# [Records for this task]
package eigencheck.oracle.series;

import java.util.ArrayList;
import java.util.List;

/**
 * Adaptive piecewise Chebyshev interpolation of a family of functions f_m(x), m = 0..M-1, on
 * [a, b] with one panel structure for all: a panel is accepted when, at some degree up to
 * {@link #MAX_POINTS} - 1, the last three coefficients of every member fall below
 * {@code relTol} times the family's scale; otherwise it is halved. A panel narrower than
 * {@code minWidth} that still does not converge is kept and marked unresolved (a jump or a kink
 * inside it); its width and the family's scale there bound what it can hide.
 *
 * <p>The acceptance test is the usual one for Chebyshev interpolants (Trefethen, <i>Approximation
 * Theory and Approximation Practice</i>, SIAM, 2013, ch. 3-4: coefficients of a smooth function
 * decay geometrically, and the sum of the discarded ones estimates the error). It is an estimate,
 * not a proof; the solver checks it again at random points and reports the measured difference.
 * A panel must also match the family at the points of a uniform scan of {@link #SCAN} points over
 * [a, b] that fall inside it, so that a feature narrower than the first Chebyshev sampling (a heater
 * 1/1000 of the length wide between two nodes) is found and split for instead of being read as
 * nothing; features narrower than about (b - a)/4096 can still pass unseen.
 */
final class PiecewiseFit {
    static final int MAX_POINTS = 129;
    /** Points of the uniform scan every accepted panel is checked against. */
    static final int SCAN = 4097;
    private static final int[] POINTS = {9, 17, 33, 65, 129};

    /** A family of functions of x evaluated together. */
    interface Family {
        int size();

        /** Writes f_m(x) for all m into out. */
        void values(double x, double[] out);
    }

    /** One accepted panel: coefficients per member, trimmed to a common length. */
    record Panel(double a, double b, double[][] coefficients, boolean resolved, double tail) {
    }

    private final Family family;
    private final double relTol;
    private final double minWidth;
    private double scale;
    /** The largest |value| of the family on the scan. */
    double scanMax;
    /** The scan: its interval, and the family's values there [member][point]. */
    private double scanFrom;
    private double scanStep;
    private double[][] scanValues;
    final List<Panel> panels = new ArrayList<>();
    double maxTail;
    double unresolvedWidth;

    private PiecewiseFit(Family family, double scale, double relTol, double minWidth) {
        this.family = family;
        this.scale = scale;
        this.relTol = relTol;
        this.minWidth = minWidth;
    }

    /**
     * Fits the family on [a, b].
     *
     * @param scale magnitude the tolerance is relative to (the family's sup, or larger)
     * @throws NonFiniteException if a sample is NaN or infinite
     */
    static PiecewiseFit fit(Family family, double a, double b, double scale, double relTol, double minWidth) {
        PiecewiseFit f = new PiecewiseFit(family, scale, relTol, minWidth);
        f.scan(a, b);
        // the scale the tolerance is relative to includes what the scan saw (a narrow feature the caller's
        // sampling missed would otherwise be held to a tolerance of nothing)
        f.scale = Math.max(scale, f.scanMax) > 0 ? Math.max(scale, f.scanMax) : 1;
        f.split(a, b);
        return f;
    }

    /** A sample that is NaN or infinite, with where it was taken. */
    static final class NonFiniteException extends RuntimeException {
        final double x;
        final int member;
        final double value;

        NonFiniteException(double x, int member, double value) {
            super("value " + value + " at x = " + x);
            this.x = x;
            this.member = member;
            this.value = value;
        }
    }

    private void scan(double a, double b) {
        int m = family.size();
        double[] buffer = new double[m];
        scanFrom = a;
        scanStep = (b - a) / (SCAN - 1);
        scanValues = new double[m][SCAN];
        for (int j = 0; j < SCAN; j++) {
            double x = j == SCAN - 1 ? b : a + j * scanStep;
            family.values(x, buffer);
            for (int i = 0; i < m; i++) {
                if (!Double.isFinite(buffer[i])) {
                    throw new NonFiniteException(x, i, buffer[i]);
                }
                scanValues[i][j] = buffer[i];
                scanMax = Math.max(scanMax, Math.abs(buffer[i]));
            }
        }
    }

    /**
     * True when the interpolants on [a, b] match the scan's values inside the panel to 100 times the
     * larger of their tail and the tolerance, plus rounding.
     */
    private boolean matchesScan(double a, double b, double[][] coef, double tail) {
        int first = (int) Math.ceil((a - scanFrom) / scanStep);
        int last = (int) Math.floor((b - scanFrom) / scanStep);
        for (int i = 0; i < coef.length; i++) {
            double allowed = 100 * Math.max(tail, relTol * scale) + 16 * Math.ulp(1.0) * Chebyshev.absSum(coef[i]);
            for (int j = Math.max(first, 0); j <= Math.min(last, SCAN - 1); j++) {
                double x = scanFrom + j * scanStep;
                if (x < a || x > b) {
                    continue;
                }
                double r = Chebyshev.value(coef[i], Chebyshev.reference(x, a, b));
                if (!(Math.abs(r - scanValues[i][j]) <= allowed)) {
                    return false;
                }
            }
        }
        return true;
    }

    private void split(double a, double b) {
        int m = family.size();
        double[] buffer = new double[m];
        double[][] coef = null;
        for (int n : POINTS) {
            double[] nodes = Chebyshev.nodes(a, b, n);
            double[][] values = new double[m][n];
            for (int j = 0; j < n; j++) {
                family.values(nodes[j], buffer);
                for (int i = 0; i < m; i++) {
                    double v = buffer[i];
                    if (!Double.isFinite(v)) {
                        throw new NonFiniteException(nodes[j], i, v);
                    }
                    values[i][j] = v;
                }
            }
            coef = new double[m][];
            double tail = 0;
            for (int i = 0; i < m; i++) {
                coef[i] = Chebyshev.fromValues(values[i]);
                tail = Math.max(tail, tail(coef[i]));
            }
            if (tail <= relTol * scale && matchesScan(a, b, coef, tail)) {
                accept(a, b, coef, true, tail);
                return;
            }
        }
        if (b - a > minWidth) {
            double mid = 0.5 * (a + b);
            split(a, mid);
            split(mid, b);
        } else {
            accept(a, b, coef, false, scale);
            unresolvedWidth += b - a;
        }
    }

    private static double tail(double[] c) {
        int n = c.length;
        double t = 0;
        for (int k = Math.max(0, n - 3); k < n; k++) {
            t = Math.max(t, Math.abs(c[k]));
        }
        return t;
    }

    private void accept(double a, double b, double[][] coef, boolean resolved, double tail) {
        // trim trailing coefficients that are below the rounding level of the scale
        int keep = 1;
        for (double[] c : coef) {
            for (int k = c.length - 1; k >= keep; k--) {
                if (Math.abs(c[k]) > 1e-17 * scale) {
                    keep = Math.max(keep, k + 1);
                    break;
                }
            }
        }
        double[][] trimmed = new double[coef.length][];
        for (int i = 0; i < coef.length; i++) {
            trimmed[i] = Chebyshev.resize(coef[i], keep);
        }
        panels.add(new Panel(a, b, trimmed, resolved, tail));
        if (resolved) {
            maxTail = Math.max(maxTail, tail);
        }
    }
}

# [Task to carry out]
Search the entries for the string "scanMax" and return each line where it turns up.

# [Solution for this problem]
    double scanMax;
        f.scale = Math.max(scale, f.scanMax) > 0 ? Math.max(scale, f.scanMax) : 1;
                scanMax = Math.max(scanMax, Math.abs(buffer[i]));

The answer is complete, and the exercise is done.